Available data:
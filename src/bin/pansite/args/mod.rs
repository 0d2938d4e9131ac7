//! What the user typed: the commands and their options (clap), and the parsers of their
//! values. Nothing here does any work; `commands/` turns these into settings and runs them.

mod aids;
mod compose;
mod explore;
mod render;
mod sun;
mod values;
mod view;

pub use aids::{AidArgs, AnglesArgs, TableFormat};
use clap::{Parser, Subcommand};
pub use compose::{OutArgs, PlanArgs, PreviewArgs, SheetArgs, TileArgs, WatchArgs};
pub use explore::ExploreArgs;
pub use render::{
    CheckArgs, FormatArg, LetteringArg, ModelArgs, NewArgs, RenderArgs, UnitArg, UpArg,
};
pub use sun::{DaylightArgs, SunArgs};
pub use values::PathSweep;
pub use view::ViewArgs;

#[derive(Debug, Parser)]
#[command(
    name = "pansite",
    version,
    about = "Exact equirectangular wireframe underlays for hand-drawn 360-degree perspectives",
    after_help = "Exit codes: 0 success, 1 failure, 2 bad usage or bad input (too large or too slow included), 130 interrupted."
)]
pub struct Cli {
    #[command(subcommand)]
    pub command: Command,
}

#[derive(Debug, Subcommand)]
pub enum Command {
    /// Draw a scene from a standpoint as an equirectangular underlay (PNG, SVG or PDF),
    /// alone or laid out on paper.
    Render(Box<RenderArgs>),
    /// Read a scene and report what it holds, its extent and its standpoints, with
    /// warnings (a standpoint inside a solid or under the ground).
    Check(CheckArgs),
    /// Write a commented starter scene to begin from.
    New(NewArgs),
    /// List the azimuth, elevation, distance and image position of every labelled point and
    /// item corner, to plot by hand.
    Angles(Box<AnglesArgs>),
    /// Draw many standpoints (the scene's, or a sweep of headings, a path or a grid) as
    /// labelled thumbnails on one sheet.
    Sheet(Box<SheetArgs>),
    /// Draw the site plan from above with each standpoint, its heading and seam, a scale
    /// bar and a north arrow.
    Plan(Box<PlanArgs>),
    /// Draw an ordinary perspective view (straight lines straight) from a standpoint.
    Preview(Box<PreviewArgs>),
    /// Render, then render again whenever the scene or style file is saved.
    Watch(Box<WatchArgs>),
    /// List sunrise, transit and sunset, the sun's azimuth and elevation at a step, and the
    /// times an item's walls are in sun (needs the scene's `location`).
    Daylight(DaylightArgs),
    /// Serve a page on this computer where the standpoint is dragged across the plan and
    /// the underlay and a look-around view follow; keep standpoints and print from it.
    Explore(Box<ExploreArgs>),
}

#[cfg(test)]
mod tests {
    use super::*;

    fn render(args: &[&str]) -> Result<RenderArgs, clap::Error> {
        let mut all = vec!["pansite", "render", "scene.ron"];
        all.extend_from_slice(args);
        Cli::try_parse_from(all).map(|cli| match cli.command {
            Command::Render(r) => *r,
            other => panic!("parsed as {other:?}"),
        })
    }

    #[test]
    fn defaults() {
        let r = render(&[]).unwrap();
        assert_eq!(r.size, (4096, 2048));
        assert_eq!(r.line_weight, 1.5);
        assert_eq!(r.tolerance, 0.1);
        assert!(!r.bare && !r.quiet && !r.timings);
        assert!(r.output.is_none() && r.view.standpoint.is_none() && r.view.at.is_none());
        assert_eq!(
            (r.model.up, r.model.unit, r.model.crease),
            (UpArg::Y, UnitArg::M, 20.0)
        );
    }

    #[test]
    fn every_option_is_read() {
        let r = render(&[
            "-o",
            "out.png",
            "-s",
            "gate",
            "--at",
            "-3,-4.5",
            "--eye-height",
            "1.2",
            "--heading",
            "-30",
            "--pitch",
            "5",
            "--roll",
            "-2",
            "--size",
            "800x400",
            "--line-weight",
            "2",
            "--tolerance",
            "0.05",
            "--bare",
            "--quiet",
            "--timings",
        ])
        .unwrap();
        assert_eq!(r.output.as_deref(), Some(std::path::Path::new("out.png")));
        assert_eq!(r.view.standpoint.as_deref(), Some("gate"));
        assert_eq!(r.view.at, Some((-3.0, -4.5)));
        assert_eq!(
            (r.view.eye_height, r.view.heading, r.view.pitch, r.view.roll),
            (Some(1.2), Some(-30.0), Some(5.0), Some(-2.0))
        );
        assert_eq!(r.size, (800, 400));
        assert_eq!((r.line_weight, r.tolerance), (2.0, 0.05));
        assert!(r.bare && r.quiet && r.timings);
        let r = render(&["--up", "z", "--unit", "mm", "--crease", "45"]).unwrap();
        assert_eq!(
            (r.model.up, r.model.unit, r.model.crease),
            (UpArg::Z, UnitArg::Mm, 45.0)
        );
    }

    #[test]
    fn bad_values_are_usage_errors() {
        for args in [
            &["--size", "800"][..],
            &["--size", "0.5x2"],
            &["--at", "3"],
            &["--heading", "NaN"],
            &["--pitch", "inf"],
            &["--line-weight", "thick"],
            &["--up", "x"],
            &["--unit", "furlong"],
            &["--crease", "200"],
            &["--eye-height=-1"],
        ] {
            let error = render(args).unwrap_err();
            assert_eq!(error.exit_code(), 2, "{args:?}");
        }
    }
}
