/// The plan of `site` with `standpoints` marked (usually the site's own).
pub fn plan_map(site: &Site, standpoints: &[Standpoint], settings: &PlanSettings) -> Result<Plan> {
    let (w, h) = (settings.width as f64, settings.height as f64);
    if !(64.0..=16_384.0).contains(&w) || !(64.0..=16_384.0).contains(&h) {
        return Err(Error::ImageSize {
            width: settings.width as u64,
            height: settings.height as u64,
            reason: "a plan is from 64 to 16384 pixels a side".into(),
        });
    }
    if !(settings.dpi.is_finite() && settings.dpi > 0.0) {
        return Err(Error::Setting(format!(
            "dpi {} must be more than 0",
            settings.dpi
        )));
    }
    crate::plane::check_tolerance(settings.tolerance_px)?;
    // The extent: the site's and the standpoints', with a little room round it.
    let (mut lo, mut hi) = match bounds(site) {
        Some((lo, hi)) => ((lo.x, lo.y), (hi.x, hi.y)),
        None => (
            (f64::INFINITY, f64::INFINITY),
            (f64::NEG_INFINITY, f64::NEG_INFINITY),
        ),
    };
    for s in standpoints {
        lo = (lo.0.min(s.x), lo.1.min(s.y));
        hi = (hi.0.max(s.x), hi.1.max(s.y));
    }
    if !(lo.0.is_finite() && hi.0.is_finite()) {
        return Err(Error::Setting(
            "the scene has nothing to draw on a plan".into(),
        ));
    }
    let span = ((hi.0 - lo.0).max(hi.1 - lo.1)).max(1.0);
    // Margins: 6 % of the span round the site, and room at the bottom for the scale bar.
    let pad = 0.06 * span;
    let (width_m, height_m) = (hi.0 - lo.0 + 2.0 * pad, hi.1 - lo.1 + 2.0 * pad);
    let footer = 0.1 * h;
    let mm_per_px = 25.4 / settings.dpi;
    let room_mm = (w * mm_per_px, (h - footer) * mm_per_px);
    let fill = (w / width_m).min((h - footer) / height_m);
    let scale = match settings.scale {
        PlanScale::Fill => None,
        PlanScale::Standard => Some(
            largest_standard_scale((width_m, height_m), room_mm)
                .ok_or_else(|| too_small(None, (width_m, height_m), room_mm))?,
        ),
        PlanScale::Exact(n) => {
            if !(n.is_finite() && n > 0.0) {
                return Err(Error::Setting(format!(
                    "a scale of 1:{n} cannot be drawn: give 1:N with N above 0"
                )));
            }
            if !fits(n, (width_m, height_m), room_mm) {
                return Err(too_small(Some(n), (width_m, height_m), room_mm));
            }
            Some(n)
        }
    };
    // 1:N on paper: a metre is 1000 / N mm, or 1000 / N / mm_per_px pixels.
    let px_per_metre = scale.map_or(fill, |n| 1000.0 / n / mm_per_px);
    let centre = ((lo.0 + hi.0) / 2.0, (lo.1 + hi.1) / 2.0);
    let origin = (
        centre.0 - w / 2.0 / px_per_metre,
        centre.1 + (h - footer) / 2.0 / px_per_metre,
    );
    let mut plan = Plan {
        drawing: Drawing {
            width: settings.width,
            height: settings.height,
            layers: Vec::new(),
        },
        px_per_metre,
        origin,
        bar_metres: round_length(0.25 * w / px_per_metre),
        dpi: settings.dpi,
        labels_left_out: 0,
    };
    let weight = settings.line_weight_px;
    // Lettering a fiftieth of the height, at most 3.5 mm on paper (a preferred height of
    // ISO 3098, from memory): a large sheet gets more room, not larger words.
    let letter_px = (0.018 * h).min(3.5 / mm_per_px).clamp(7.0, 40.0);
    let mut labels: Vec<Label> = Vec::new();

    let (mut edges, mut outlines) = (PolylineSet::new(), PolylineSet::new());
    for edge in &site.edges {
        let mut lines = PolylineSet::new();
        plan_curve(&plan, &edge.curve, settings.tolerance_px, &mut lines);
        let kind = site.items.get(edge.item.0 as usize).map(|i| i.kind);
        if kind.is_some_and(|k| BUILDINGS.contains(&k)) {
            outlines.append(&mut lines.clone());
        }
        edges.append(&mut lines);
    }
    labels.extend(building_labels(site, &plan, letter_px));

    // Standpoints: a circle, the heading arrow, the seam behind, the name.
    let arrow = 0.08 * w.min(h);
    let radius = (0.012 * w.min(h)).max(3.0);
    let (mut markers, mut headings, mut seams) =
        (PolylineSet::new(), PolylineSet::new(), PolylineSet::new());
    for s in standpoints {
        let at = plan.to_px(s.x, s.y);
        let circle: Vec<ImagePoint> = (0..=32)
            .map(|k| {
                let a = std::f64::consts::TAU * k as f64 / 32.0;
                ImagePoint::new(at.x + radius * a.cos(), at.y + radius * a.sin())
            })
            .collect();
        markers.push(&circle);
        // On the page, azimuth h points (sin h, -cos h): x right is east, y down is south.
        let (sin, cos) = s.heading.sin_cos();
        let tip = ImagePoint::new(at.x + arrow * sin, at.y - arrow * cos);
        headings.push(&[at, tip]);
        let head = 0.25 * arrow;
        for side in [-1.0, 1.0] {
            let a = s.heading + std::f64::consts::PI + side * 0.4;
            headings.push(&[
                tip,
                ImagePoint::new(tip.x + head * a.sin(), tip.y - head * a.cos()),
            ]);
        }
        let mut seam = PolylineSet::new();
        seam.push(&[at, ImagePoint::new(at.x - arrow * sin, at.y + arrow * cos)]);
        seams.append(&mut dashed(&seam, 3.0 * weight + 3.0, 2.0 * weight + 2.0));
        labels.push(standpoint_label(&s.name, at, radius, letter_px));
    }

    // Scale bar at the bottom left, ticked at its ends and middle.
    let mut bar = PolylineSet::new();
    let (x0, y0) = (0.04 * w, h - 0.45 * footer);
    let length = plan.bar_metres * px_per_metre;
    bar.push(&[ImagePoint::new(x0, y0), ImagePoint::new(x0 + length, y0)]);
    for k in 0..=2 {
        let x = x0 + length * k as f64 / 2.0;
        bar.push(&[
            ImagePoint::new(x, y0),
            ImagePoint::new(x, y0 - letter_px * 0.7),
        ]);
    }
    labels.push(Label::fixed(
        format!("{} M", trim(plan.bar_metres)),
        ImagePoint::new(x0 + length + letter_px, y0),
        LabelKind::Title,
        letter_px,
        Align::Start,
    ));
    let scale_words = match scale {
        Some(n) => format!("SCALE 1:{} PRINTED AT {} DPI", trim(n), trim(settings.dpi)),
        None => format!(
            "1:{:.0} AT {} DPI (FITTED, NOT A STANDARD SCALE)",
            plan.scale_denominator(),
            trim(settings.dpi)
        ),
    };
    labels.push(Label::fixed(
        scale_words,
        ImagePoint::new(x0, y0 + 1.8 * letter_px),
        LabelKind::Title,
        letter_px,
        Align::Start,
    ));

    // The north key at the bottom right (true north beside plan north when the scene's
    // `location` turns it: the sun uses true north), as in the title block.
    let true_north_deg = site.location.as_ref().map_or(0.0, |l| l.north_deg);
    let radius = ((0.5 * footer - 1.35 * letter_px) / 1.5).max(1.2 * letter_px);
    let (half_w, half_h) = north_key_half_extent(radius, letter_px, true_north_deg);
    let key = north_key(
        ImagePoint::new(w - 0.04 * w - half_w, h - half_h - 0.1 * letter_px),
        radius,
        letter_px,
        true_north_deg,
    );
    let north = key.lines;
    labels.extend(key.labels);

    // Every word through one placer: no two overlap; standpoint names never cross the
    // buildings' outlines or the marks of the plan, and keep off other lines where they can.
    let mut placer = LabelPlacer::new(Rect::from_ltrb(0.0, 0.0, w, h), 0.2 * letter_px);
    placer.cut_along(&settings.label_cuts.0, &settings.label_cuts.1);
    let cell = (letter_px / 3.0).max(2.0);
    for lines in [&edges, &markers, &headings, &seams, &bar, &north] {
        placer.avoid_lines(lines, cell);
    }
    for lines in [&outlines, &markers, &headings, &bar, &north] {
        placer.keep_off(LabelKind::Standpoint, lines, cell);
    }
    placer.place(labels);
    let placed = placer.finish();
    plan.labels_left_out = placed.left_out;
    // A name that had to stand off from its marker gets a leader from the marker's ring to
    // the nearest point of its box.
    let mut leaders = PolylineSet::new();
    for label in placed
        .labels
        .iter()
        .filter(|l| l.kind == LabelKind::Standpoint)
    {
        let (a, b) = (label.anchor, label.bounds);
        let near = ImagePoint::new(a.x.clamp(b.left, b.right), a.y.clamp(b.top, b.bottom));
        let d = (near.x - a.x).hypot(near.y - a.y);
        if d > 2.0 * radius {
            let k = radius / d;
            leaders.push(&[
                ImagePoint::new(a.x + (near.x - a.x) * k, a.y + (near.y - a.y) * k),
                near,
            ]);
        }
    }
    let ink = LabelInk {
        stroke: Stroke::black(0.8, weight),
        halo_px: Some(0.15 * letter_px),
    };
    let mut layers = vec![
        layer(PLAN_EDGES, 1.0, weight, edges),
        layer(SEAMS, 0.7, weight, seams),
        layer(HEADINGS, 1.0, 1.5 * weight, headings),
        layer(STANDPOINTS, 1.0, 1.5 * weight, markers),
        layer(SCALE_BAR, 1.0, 1.5 * weight, bar),
        layer(NORTH, 1.0, 1.5 * weight, north),
        layer(LEADERS, 0.8, 0.75 * weight, leaders),
    ];
    layers.extend(label_layers(&placed.labels, ink));
    plan.drawing.layers = layers;
    Ok(plan)
}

What you will do: From the line that contains "labels.extend(key.labels);" down to the last line of the material above, copy every line word for word, both ends included.

Task solution:
    labels.extend(key.labels);

    // Every word through one placer: no two overlap; standpoint names never cross the
    // buildings' outlines or the marks of the plan, and keep off other lines where they can.
    let mut placer = LabelPlacer::new(Rect::from_ltrb(0.0, 0.0, w, h), 0.2 * letter_px);
    placer.cut_along(&settings.label_cuts.0, &settings.label_cuts.1);
    let cell = (letter_px / 3.0).max(2.0);
    for lines in [&edges, &markers, &headings, &seams, &bar, &north] {
        placer.avoid_lines(lines, cell);
    }
    for lines in [&outlines, &markers, &headings, &bar, &north] {
        placer.keep_off(LabelKind::Standpoint, lines, cell);
    }
    placer.place(labels);
    let placed = placer.finish();
    plan.labels_left_out = placed.left_out;
    // A name that had to stand off from its marker gets a leader from the marker's ring to
    // the nearest point of its box.
    let mut leaders = PolylineSet::new();
    for label in placed
        .labels
        .iter()
        .filter(|l| l.kind == LabelKind::Standpoint)
    {
        let (a, b) = (label.anchor, label.bounds);
        let near = ImagePoint::new(a.x.clamp(b.left, b.right), a.y.clamp(b.top, b.bottom));
        let d = (near.x - a.x).hypot(near.y - a.y);
        if d > 2.0 * radius {
            let k = radius / d;
            leaders.push(&[
                ImagePoint::new(a.x + (near.x - a.x) * k, a.y + (near.y - a.y) * k),
                near,
            ]);
        }
    }
    let ink = LabelInk {
        stroke: Stroke::black(0.8, weight),
        halo_px: Some(0.15 * letter_px),
    };
    let mut layers = vec![
        layer(PLAN_EDGES, 1.0, weight, edges),
        layer(SEAMS, 0.7, weight, seams),
        layer(HEADINGS, 1.0, 1.5 * weight, headings),
        layer(STANDPOINTS, 1.0, 1.5 * weight, markers),
        layer(SCALE_BAR, 1.0, 1.5 * weight, bar),
        layer(NORTH, 1.0, 1.5 * weight, north),
        layer(LEADERS, 0.8, 0.75 * weight, leaders),
    ];
    layers.extend(label_layers(&placed.labels, ink));
    plan.drawing.layers = layers;
    Ok(plan)
}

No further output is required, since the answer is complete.